And, like most good young adult fiction, there are some details that work only for more mature minds. For instance, while the novel sets itself up as a quest in the mold of popular high fantasy, Mieville completely subverts its ordered and sequential pattern with the impatience of a bored child. There are also allusions to other works of speculative fiction and hints of the size and complexity of the UnEarth that tantalize the adult reader. Mieville even provides an epilogue that goes beyond the usual conclusion of young adult fantasy, successfully tying up a loose end and promising that the story continues to go on even though the book's covers are closed.

Monday, February 19, 2007

Comic musings for 2/14

It was a very strange week in the comic box. Especially given Grant Morrison's Batman, it looks like everyone is being experimental with mixed success. What with the upcoming 3D issue of Action coming up and the new twists on stroytelling out this past week, it appears that DC is somehow falling back to the late 80s, using gimmicks to tell their stories rather than letting solid writing and art do the work. More below.

Spoilers ho!

Batman 663 -- So Grant Morrison takes an issue to write out the story prose style, with a relatively unknown artist illustrating the story as if it were a children's reader. Of course, the subject matter in this case is the Joker, not exactly kids' fare, but we've seen this before and better. There are two failures with the issue--first, to make this work, the story has to be good, not only plotwise but stylistically. And honestly, this is just not good writing. The idea that the Joker goes through phases helps to explain how he can act so differently in various appearances, but then so does the explanation that he is insane. Morrison does add a nice touch, that when Joker changes his phase, he gets rid of the henchmen left alive at the end of the previous phase. Harley Quinn is very significant to the latest phase of Joker, but we don't realize she is being set up by the Joker until she does. And this is all set up nicely by the opening scenes of the clown's funeral, as former henchmen for Joker lay one of their comrades to rest.

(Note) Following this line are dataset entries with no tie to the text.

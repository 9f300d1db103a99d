package gibbs

import (
	"errors"
	"fmt"
	"math"
	"sort"

	"github.com/beliefd/beliefd/service/sampling"
)

// ErrTooFewDraws is returned by SplitRHat and BulkESS when the chains are too
// short (or of unequal length) for the diagnostics to be defined.
var ErrTooFewDraws = errors.New("too few draws for convergence diagnostics")

// ErrConstantDraws is returned by SplitRHat and BulkESS when every draw of
// every chain has the same value, so that no variance can be estimated.
var ErrConstantDraws = errors.New("all draws are equal")

// minHalf is the fewest draws per split half-chain for which the diagnostics
// are computed.
const minHalf = 6

// Thresholds recommended by Vehtari et al. (2021): R-hat below 1.01 and a
// bulk ESS of at least 400 before trusting the estimates.
const (
	RHatLimit = 1.01
	ESSLimit  = 400
)

// MaxRHat caps R-hat values reported in an Estimate, so that chains that are
// each constant but disagree (an infinite R-hat) still give a finite number.
const MaxRHat = 1e6

// SplitRHat is the rank-normalised split R-hat of Vehtari, Gelman, Simpson,
// Carpenter & Bürkner (2021), "Rank-normalization, folding, and
// localization: an improved R-hat for assessing convergence of MCMC",
// Bayesian Analysis 16(2):667-718, section 4.3 and eq. (14): each chain is
// split in halves, all draws are replaced by the normal scores of their
// average ranks, and R-hat is computed from the between- and within-chain
// variances of the halves. draws[c] is chain c; all chains must have the same
// length, at least 12. It is +Inf when every half-chain is constant but they
// do not all agree.
func SplitRHat(draws [][]float64) (float64, error) {
	z, m, n, err := splitRankNormal(draws)
	if err != nil {
		return 0, err
	}
	centreChains(z, m, n)
	return rhatCentred(z.means, z.vars, n), nil
}

// BulkESS is the bulk effective sample size of Vehtari et al. (2021),
// section 4.3: the effective sample size of the rank-normalised split
// chains, with autocorrelations combined over chains as in their eq. (10)
// and truncated by Geyer's (1992) initial monotone sequence. The result is
// capped at N·log10(N) for N draws in total, as in that paper's reference
// implementation (from memory).
func BulkESS(draws [][]float64) (float64, error) {
	z, m, n, err := splitRankNormal(draws)
	if err != nil {
		return 0, err
	}
	centreChains(z, m, n)
	ess, _ := essCentred(z, m, n, make([]float64, n+1))
	return ess, nil
}

// chainSet holds m chains of n values each, flat (chain i is
// vals[i*n:(i+1)*n]), with per-chain means and unbiased variances filled in
// by centreChains, which also subtracts the means from the values.
type chainSet struct {
	vals  []float64
	means []float64
	vars  []float64
}

// splitRankNormal splits every chain in halves (dropping the middle draw of
// an odd-length chain) and replaces each draw by the normal score of its
// average rank among all split draws.
func splitRankNormal(draws [][]float64) (*chainSet, int, int, error) {
	if len(draws) == 0 {
		return nil, 0, 0, fmt.Errorf("gibbs: %w: no chains", ErrTooFewDraws)
	}
	l := len(draws[0])
	for c, d := range draws {
		if len(d) != l {
			return nil, 0, 0, fmt.Errorf("gibbs: %w: chain %d has %d draws, chain 0 has %d; chains must have equal length", ErrTooFewDraws, c, len(d), l)
		}
		for i, v := range d {
			if math.IsNaN(v) || math.IsInf(v, 0) {
				return nil, 0, 0, fmt.Errorf("gibbs: draw %d of chain %d is %g; draws must be finite", i, c, v)
			}
		}
	}
	n := l / 2
	if n < minHalf {
		return nil, 0, 0, fmt.Errorf("gibbs: %w: %d draws per chain, need at least %d", ErrTooFewDraws, l, 2*minHalf)
	}
	m := 2 * len(draws)
	total := m * n
	vals := make([]float64, total)
	for c, d := range draws {
		copy(vals[(2*c)*n:], d[:n])
		copy(vals[(2*c+1)*n:], d[l-n:])
	}
	idx := make([]int, total)
	for i := range idx {
		idx[i] = i
	}
	sort.Slice(idx, func(a, b int) bool { return vals[idx[a]] < vals[idx[b]] })
	if vals[idx[0]] == vals[idx[total-1]] {
		return nil, 0, 0, fmt.Errorf("gibbs: %w", ErrConstantDraws)
	}
	z := make([]float64, total)
	for i := 0; i < total; {
		j := i + 1
		for j < total && vals[idx[j]] == vals[idx[i]] {
			j++
		}
		// Positions i..j-1 (0-based) share the value: ranks i+1..j, average (i+1+j)/2.
		score := normalScore(float64(i+1+j)/2, total)
		for k := i; k < j; k++ {
			z[idx[k]] = score
		}
		i = j
	}
	return &chainSet{vals: z, means: make([]float64, m), vars: make([]float64, m)}, m, n, nil
}

// normalScore maps an average rank r among s draws to Φ⁻¹((r − 3/8)/(s − 1/4)),
// the fractional offset of Vehtari et al. (2021), eq. (14).
func normalScore(r float64, s int) float64 {
	return sampling.NormalQuantile((r - 3.0/8) / (float64(s) - 1.0/4))
}

// centreChains fills in chain means and unbiased variances and subtracts the
// means from the values.
func centreChains(z *chainSet, m, n int) {
	for c := 0; c < m; c++ {
		x := z.vals[c*n : (c+1)*n]
		mean, lo, hi := 0.0, x[0], x[0]
		for _, v := range x {
			mean += v
			lo, hi = math.Min(lo, v), math.Max(hi, v)
		}
		mean /= float64(n)
		if lo == hi {
			mean = lo // exactly zero variance for a constant chain
		}
		ss := 0.0
		for i := range x {
			x[i] -= mean
			ss += x[i] * x[i]
		}
		z.means[c] = mean
		z.vars[c] = ss / float64(n-1)
	}
}

// rhatCentred is R-hat from chain means and unbiased within-chain variances
// of chains with n draws each (Vehtari et al. 2021, eqs. 3-4):
// W = mean within-chain variance, B = n · variance of the chain means,
// var⁺ = (n−1)/n·W + B/n, R-hat = sqrt(var⁺/W).
func rhatCentred(means, vars []float64, n int) float64 {
	m := len(means)
	w := 0.0
	grand := 0.0
	for c := 0; c < m; c++ {
		w += vars[c]
		grand += means[c]
	}
	w /= float64(m)
	grand /= float64(m)
	b := 0.0
	for c := 0; c < m; c++ {
		d := means[c] - grand
		b += d * d
	}
	b = float64(n) * b / float64(m-1)
	varPlus := float64(n-1)/float64(n)*w + b/float64(n)
	if w <= 0 {
		if varPlus <= 0 {
			return 1
		}
		return math.Inf(1)
	}
	return math.Sqrt(varPlus / w)
}

// essCentred is the effective sample size of m centred chains of n draws;
// see essFrom. rho is scratch of length at least n+1.
func essCentred(z *chainSet, m, n int, rho []float64) (float64, int) {
	acovMean := func(t int) float64 {
		s := 0.0
		for c := 0; c < m; c++ {
			x := z.vals[c*n : (c+1)*n]
			a := 0.0
			for i := 0; i+t < n; i++ {
				a += x[i] * x[i+t]
			}
			s += a / float64(n)
		}
		return s / float64(m)
	}
	return essFrom(m, n, z.means, z.vars, acovMean, rho)
}

// essFrom is the effective sample size of m chains of n draws (Vehtari et
// al. 2021, section 3.2) from their means, unbiased variances and
// acovMean(t), the mean over chains of the autocovariance at lag t (divided
// by n). With W the mean within-chain variance and var⁺ as for R-hat, the
// combined autocorrelation at lag t is ρ̂_t = 1 − (W − acovMean(t)) / var⁺.
// Pairs P̂_k = ρ̂_{2k} + ρ̂_{2k+1} are summed while positive (Geyer's initial
// positive sequence), made non-increasing (initial monotone sequence), and
// τ̂ = −1 + 2·Σ P̂_k + max(0, ρ̂ of the first lag not summed); the last term
// reduces the variance for antithetic chains, as in the paper's reference
// implementation (from memory). ESS = m·n/τ̂, capped at m·n·log10(m·n).
// Autocovariances are computed only up to the truncation lag. rho is
// scratch of length at least n+1. The second result is the truncation lag
// (the number of autocorrelations summed).
func essFrom(m, n int, means, vars []float64, acovMean func(t int) float64, rho []float64) (float64, int) {
	total := float64(m * n)
	w := 0.0
	for c := 0; c < m; c++ {
		w += vars[c]
	}
	w /= float64(m)
	varPlus := w * float64(n-1) / float64(n)
	if m > 1 {
		grand := 0.0
		for _, mu := range means {
			grand += mu
		}
		grand /= float64(m)
		b := 0.0
		for _, mu := range means {
			d := mu - grand
			b += d * d
		}
		varPlus += b / float64(m-1)
	}
	if varPlus <= 0 {
		return total, 0
	}
	rhoAt := func(t int) float64 { return 1 - (w-acovMean(t))/varPlus }
	for i := range rho[:n+1] {
		rho[i] = 0
	}
	rho[0] = 1
	even, odd := 1.0, rhoAt(1)
	rho[1] = odd
	t := 0
	for t < n-5 && even+odd > 0 {
		t += 2
		even, odd = rhoAt(t), rhoAt(t+1)
		if even+odd >= 0 {
			rho[t], rho[t+1] = even, odd
		}
	}
	maxT := t
	if even > 0 {
		rho[maxT] = even
	}
	for k := 2; k <= maxT-2; k += 2 {
		if rho[k]+rho[k+1] > rho[k-2]+rho[k-1] {
			rho[k] = (rho[k-2] + rho[k-1]) / 2
			rho[k+1] = rho[k]
		}
	}
	tau := -1.0
	for k := 0; k < maxT; k++ {
		tau += 2 * rho[k]
	}
	tau += rho[maxT]
	if floor := 1 / math.Log10(total); tau < floor || math.IsNaN(tau) {
		tau = floor
	}
	return total / tau, maxT
}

No, the problem here is the style of Morrison's prose. An example: "The eyes of the two men lock into place like dancers in a tango. It's as dangerous to look the Joker in the eyes as it is to train a telescope on the sun, they say, but Batman has faced down this blue-hot lunacy before." Maybe to some readers this just sings, but to me it is forced and clumsy...and perilously close to a mixed metaphor.And most of the writing is like that, metaphor piled on slightly different metaphor, image beside incongruous image. Perhaps the style is meant to suggest Joker's insanity, but ifthat was the goal, itdoesn't have to be so heavy-handed and, ultimately, obtuse.

The other problem is with the art. John Van Fleet uses a computer for photo-realistic illustrations through the story. The images themselves are okay, even though they have that artificiality of screenshots from your favorite computer game. Some are fascinating and some are unrecognizable. But more troubling is the strange placement the pictures have in the book; sometimes the art literally gets in the way of the words, so that the path through the text is uncertain. And the last page, with its very few words, is very difficult to parse. Either Batman has been shot in the head or he's growing a rose from his head, like one of the Meanies fom Yellow Submarine. But that image doesn't quite fit in with where the last words of the story take us. So I've spent a good 15 minutes reading adn studying that last page and I can honestly say I have no idea what's happened.

I like the story being told, I really do. I'm just not sure the story was worth the cost of the offputting writing and art.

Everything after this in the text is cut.